Leprosy remains a contemporary tropical-medicine challenge in which systemic complications may be overlooked when follow-up is centered on skin lesions, peripheral nerves, and completion of multidrug therapy (MDT). This review synthesizes historical and MDT-era evidence on renal involvement in leprosy and reframes kidney assessment as a practical complication-monitoring issue for infectious-disease care.

Recent Findings

Classical clinicopathologic studies established that leprosy may be associated with glomerular disease, tubulointerstitial injury, and amyloid A amyloidosis, particularly in multibacillary or lepromatous disease with recurrent erythema nodosum leprosum (ENL).
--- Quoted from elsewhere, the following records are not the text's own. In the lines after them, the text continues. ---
/// Far from a double circuit the reversed phase order (R drawn C, B, A
/// from the top) lowers the field most: the net dipole moment cancels and
/// the field falls as 1/r³ instead of 1/r² (docs/REFERENCES.md "Phase
/// arrangement", as in `mitigate/phases.rs`). The search's revision must
/// carry that order in the line itself, and re-validated it must give the
/// objective the search reported, through the engine's ordinary path.
#[test]
fn a_phase_search_over_a_lines_circuit_writes_the_order_back_into_the_line() {
    let v = double_circuit_line();
    let site = site_of(&v);
    let req = PhaseSearchDoc { measure: Measure::BUt, ..PhaseSearchDoc::for_circuits(vec!["R".into()]) };
    let found = search_phases(&site, &doc_of(&v), &req, None, &SearchBudget::unlimited()).unwrap();
    assert!(!found.ranked[0].changes.is_empty());
    let rev = serde_json::to_value(&found.revision).unwrap();
    let phases = &rev["overhead_lines"][0]["phases"];
    // R's top position carries what L's bottom one does, and so on.
    for (l, r) in [(0, 5), (1, 4), (2, 3)] {
        assert_eq!(phases[l]["phase"], phases[r]["phase"], "positions {l} and {r}");
    }
    assert!(rev["conductors"].as_array().unwrap().is_empty());
    let revised = site_of(&rev);
    let ids = |s: &Site| s.conductors().iter().map(|c| c.id.clone()).collect::<Vec<_>>();
    assert_eq!(ids(&revised), ids(&site));
    let b = b_ut(&revised, Point3::new(225.0, 400.0, 1.0));
    let objective = found.ranked[0].objective;
    assert!(rel(b, objective) < 1e-9, "{b} vs {objective}");
}

const PHASE_NAMES: [&str; 3] = ["A", "B", "C"];

/// 499 spans of 300 m, 12 positions of 4 sub-conductors, 8 m of ground
/// clearance: 153 chords a span (as in the flat line above) make
/// 499 · 12 · 4 · 153 = 3.66 million segments, over the cap of one million;
/// refused at the line before the memory is spent.
#[test]
fn a_line_that_would_expand_past_a_million_segments_is_refused_at_the_line() {
    let circuits: Vec<Value> =
        (0..4).map(|c| json!({"id": format!("c{c}"), "kind": "three_phase", "current_a": 100})).collect();
    let phases: Vec<Value> =
        (0..12).map(|k| json!({"circuit": format!("c{}", k / 3), "phase": PHASE_NAMES[k % 3]})).collect();
    let offsets: Vec<f64> = (0..12).map(|k| -22.0 + 4.0 * k as f64).collect();
    let heights = vec![20.0; 12];
    let structures: Vec<Value> = (0..500)
        .map(|j| json!({"at": [j as f64 * 300.0 - 75_000.0, 0.0], "heights_m": heights, "offsets_m": offsets}))
        .collect();
    let v = json!({
        "frequency_hz": 50,
        "circuits": circuits,
        "conductors": [],
        "overhead_lines": [{
            "id": "long", "phases": phases, "structures": structures, "radius_m": 0.015,
            "bundle": {"count": 4, "spacing_m": 0.4}, "sag_m": 12, "sag_temperature_c": 80
        }]
    });
    assert!(has(&problems_of(&v), "/overhead_lines/0", "more than 1000000 segments"));
}

#[test]
fn a_section_id_too_long_for_the_ids_it_generates_is_refused_at_its_id() {
    // Generated ids appear in every result and keep to the 64-character
    // limit of any id: a 60-character line id would make
    // `{line}-p0-s0` longer, and a 62-character formation id `{id}-1-1`.
    let read = |name: &str| -> serde_json::Value {
        serde_json::from_str(
            &std::fs::read_to_string(format!("{}/../../examples/{name}", env!("CARGO_MANIFEST_DIR"))).unwrap(),
        )
        .unwrap()
    };
    let mut line = read("site-depot-overhead-line.json");
    line["overhead_lines"][0]["id"] = serde_json::json!("L".repeat(60));
    let doc: fluxbound_core::site::wire::SiteDoc = serde_json::from_value(line).unwrap();
    let p = fluxbound_core::site::validate_site(&doc).unwrap_err();
    assert!(p.iter().any(|q| q.pointer == "/overhead_lines/0/id" && q.detail.contains("too long")), "{p:?}");
    let mut room = read("site-busbar-room.json");
    room["formations"][0]["id"] = serde_json::json!("F".repeat(62));
    let doc: fluxbound_core::site::wire::SiteDoc = serde_json::from_value(room).unwrap();
    let p = fluxbound_core::site::validate_site(&doc).unwrap_err();
    assert!(p.iter().any(|q| q.pointer == "/formations/0/id" && q.detail.contains("too long")), "{p:?}");
}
In the MDT era, severe nephropathy appears less dominant, whereas renal involvement may be expressed through milder, dynamic, and context-dependent abnormalities, including albuminuria or proteinuria, microscopic hematuria, mild creatinine elevation, estimated glomerular filtration rate decline, and investigational inflammatory or endothelial signals such as MCP-1 and VCAM-1. These findings should be interpreted probabilistically, because bacillary burden, reactional inflammation, delayed diagnosis, hypertension, nephrotoxic exposure, dehydration, sepsis, and rifampicin-associated acute kidney injury may coexist.

Summary

Renal monitoring in leprosy should prioritize risk-enriched patients, including those with multibacillary disease, ENL or recurrent reactions, delayed diagnosis, abnormal urinalysis, hypertension, nephrotoxic exposure, or rising creatinine. Conventional assessment with serum creatinine, estimated glomerular filtration rate, urinalysis with microscopy, and albuminuria or proteinuria testing may help identify patients who require repeat evaluation, broader differential work-up, or nephrology referral. The proposed approach is a pragmatic synthesis for risk-based clinical reasoning, not a validated guideline or prognostic score.